It’s Friday once again, which means it’s time for another round of my Five For Friday: Five Thoughts about the Auto Industry for November 14, 2014. BMW’s sports car prognostications, the Polaris Slingshot gets frozen out of Texas, Land Rover SVO looks off-road, South Koreans loose their Corvette privileges, and Volkswagens ups the turbodiesel ante - let’s look at my take on the most noteworthy and interesting automotive stories from the past week.
In an interview with Bloomberg this week BMW’s head of sales, Ian Robertson, claimed that the world sports car market may not ‘ever fully recover’ from a dip that he identifies as being linked to the 2008 financial crisis. As proof, Robertson referred to plunging BMW Z4 sales and the rising star of SUVs, which he says points to a shift in consumer tastes.
Rather than an objective evaluation of the current state of sports cars, the BMW’s exec’s opinion reads more like a justification of his brand’s turning away from its previous performance-oriented image and embracing larger, heavier, and plusher vehicles – many of which are SUVs. It also ignores the fact that in 2014 sales of the bellwether sports coupe Chevrolet Corvette Stingray eclipsed its 2008 numbers, or that Mazda has sold nearly twice as many MX-5 Miatas as BMW has Z4s. The Z4 might not be lighting the world on fire, but that doesn’t necessarily point to problems with the global sports car scene: it’s more likely an indicator of Munich’s inability to identify what current high performance shoppers really want.
The Polaris Slingshot, a reverse-trike offering from the power sports brand that promises exceptional speed and handling at a very affordable price, has been deemed illegal for Texas residents to license. It’s not that the Polaris is somehow more dangerous than other, similar designs like the Campagna T-Rex – it’s that the Texas DMV doesn’t consider the Slingshot to be a true motorcycle. This puzzling decision is based on a narrow definition used by the state that requires bikes to offer in-line saddle seating, not the two-abreast design featured by the Polaris Slingshot. Even more strange: the T-Rex isn’t all that different from the Slingshot in how it seats its passengers and it’s completely legal in the Lone Star state, which combined with the pre-approval Polaris received to being sales of the trike this past summer at its Texas dealerships points to a snafu that the company should be able to resolve fairly quickly.
Jaguar / Land Rover’s Special Vehicle Operations team has already gotten its feet wet with the Land Rover Range Rover Sport SVR and the Jaguar F-TYPE Project 7, two even-quicker editions of already-fast automobiles. SVO isn’t just going to limit itself to giving existing Land Rover and Jaguar products better handling and more power, however – Auto Express is reporting that SVO boss John Edwards told them that a super-off-road version of the Land Rover Range Rover is likely its next target. The Range Rover’s makeover would be a dramatic departure from the current uber-luxurious nature of the beast, with the interior stripped of its high end accoutrements in favor of harder-wearing, easy-clean materials, and the exterior and drivetrain benefiting from modifications intended to improve its capability when the trail ends.
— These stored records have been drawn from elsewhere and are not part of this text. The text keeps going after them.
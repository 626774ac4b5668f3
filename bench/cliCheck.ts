/**
 * `railwise check` as a user runs it: the bundled command in a process of its own, its standard
 * output read and thrown away, on a cell written as a SPICE file. Reports the child's CPU time
 * (user + system) and peak resident memory, read by the child itself on exit (rusageOnExit.mjs).
 */
import { spawn } from 'node:child_process';
import { mkdtempSync, rmSync, writeFileSync } from 'node:fs';
import { tmpdir } from 'node:os';
import { join } from 'node:path';
import type { Netlist } from '../src/core/model/netlist.ts';
import { DEFAULT_TECHNOLOGY } from '../src/core/model/technology.ts';
import { exportSpice } from '../src/core/netlist-io/spiceExport.ts';

export interface CliResult {
  readonly name: string;
  readonly transistors: number;
  readonly vectors: number;
  readonly cpuSeconds: number;
  readonly peakMb: number;
  readonly outputMb: number;
  readonly status: number;
}

const root = join(import.meta.dirname, '..');

/** Runs `railwise check FILE ...args` on `netlist`; build the bundle first (npm run build:cli), else the command loads its sources through tsx. */
export async function measureCheck(
  name: string,
  netlist: Netlist,
  args: readonly string[],
): Promise<CliResult> {
  const dir = mkdtempSync(join(tmpdir(), 'railwise-bench-'));
  try {
    const file = join(dir, `${netlist.name}.sp`);
    writeFileSync(file, exportSpice(netlist, DEFAULT_TECHNOLOGY));
    const argv = ['--import', join(root, 'bench/rusageOnExit.mjs'), join(root, 'bin/railwise.mjs')];
    const { status, stderr, outputBytes } = await run([...argv, 'check', file, ...args]);
    const line = /RUSAGE (\{.*\})/.exec(stderr)?.[1];
    if (line === undefined) throw new Error(`${name}: the command left no usage line: ${stderr.slice(-500)}`);
    const u = JSON.parse(line) as { userUs: number; systemUs: number; maxRssKb: number };
    return {
      name,
      transistors: netlist.devices.length,
      vectors: 2 ** netlist.inputs.length,
      cpuSeconds: (u.userUs + u.systemUs) / 1e6,
      peakMb: u.maxRssKb / 1024,
      outputMb: outputBytes / 2 ** 20,
      status,
    };
  } finally {
    rmSync(dir, { recursive: true, force: true });
  }
}

function run(argv: readonly string[]): Promise<{ status: number; stderr: string; outputBytes: number }> {
  return new Promise((resolve, reject) => {
    const child = spawn(process.execPath, argv, { cwd: root, stdio: ['ignore', 'pipe', 'pipe'] });
    let outputBytes = 0;
    let stderr = '';
    child.stdout.on('data', (chunk: Buffer) => (outputBytes += chunk.length));
    child.stderr.on('data', (chunk: Buffer) => (stderr += chunk.toString()));
    child.on('error', reject);
    child.on('close', (code) => resolve({ status: code ?? -1, stderr, outputBytes }));
  });
}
The South Korean Corvette market is tiny – roughly a dozen make it into the country on a yearly basis – but it’s about to get even smaller. The 2014 Chevrolet Corvette Stingray has been dubbed ‘too noisy’ to be legalized for Korean customers, due to a law concerning just how loud an automobile’s exhaust can be in daily operation. With such a lack of interest in the Corvette amongst South Korean drivers, it seems unlikely that GM will be petitioning the Korean government anytime soon to change the ruling, which means that fans of one of the most potent sports coupes around will be denied the chance to see – or hear – the object of their affection rolling through the Asian country’s streets.
Volkswagen’s long-standing four-cylinder turbodiesel engine just got a major performance upgrade. European customers will soon be able to enjoy 268 horsepower from a twin-turbo 2.0-liter four-cylinder diesel in vehicles like the mid-size Passat sedan, which is a big step up over the 150 horses currently available in North American TDI offerings. Hand in hand with the new diesel engine comes news of a 10-speed dual-clutch DSG transmission that promises to improve both performance and efficiency for turbodiesel and gasoline-powered VWs. There’s no word yet on when – or if – either of these drivetrain technologies will make it to American shores.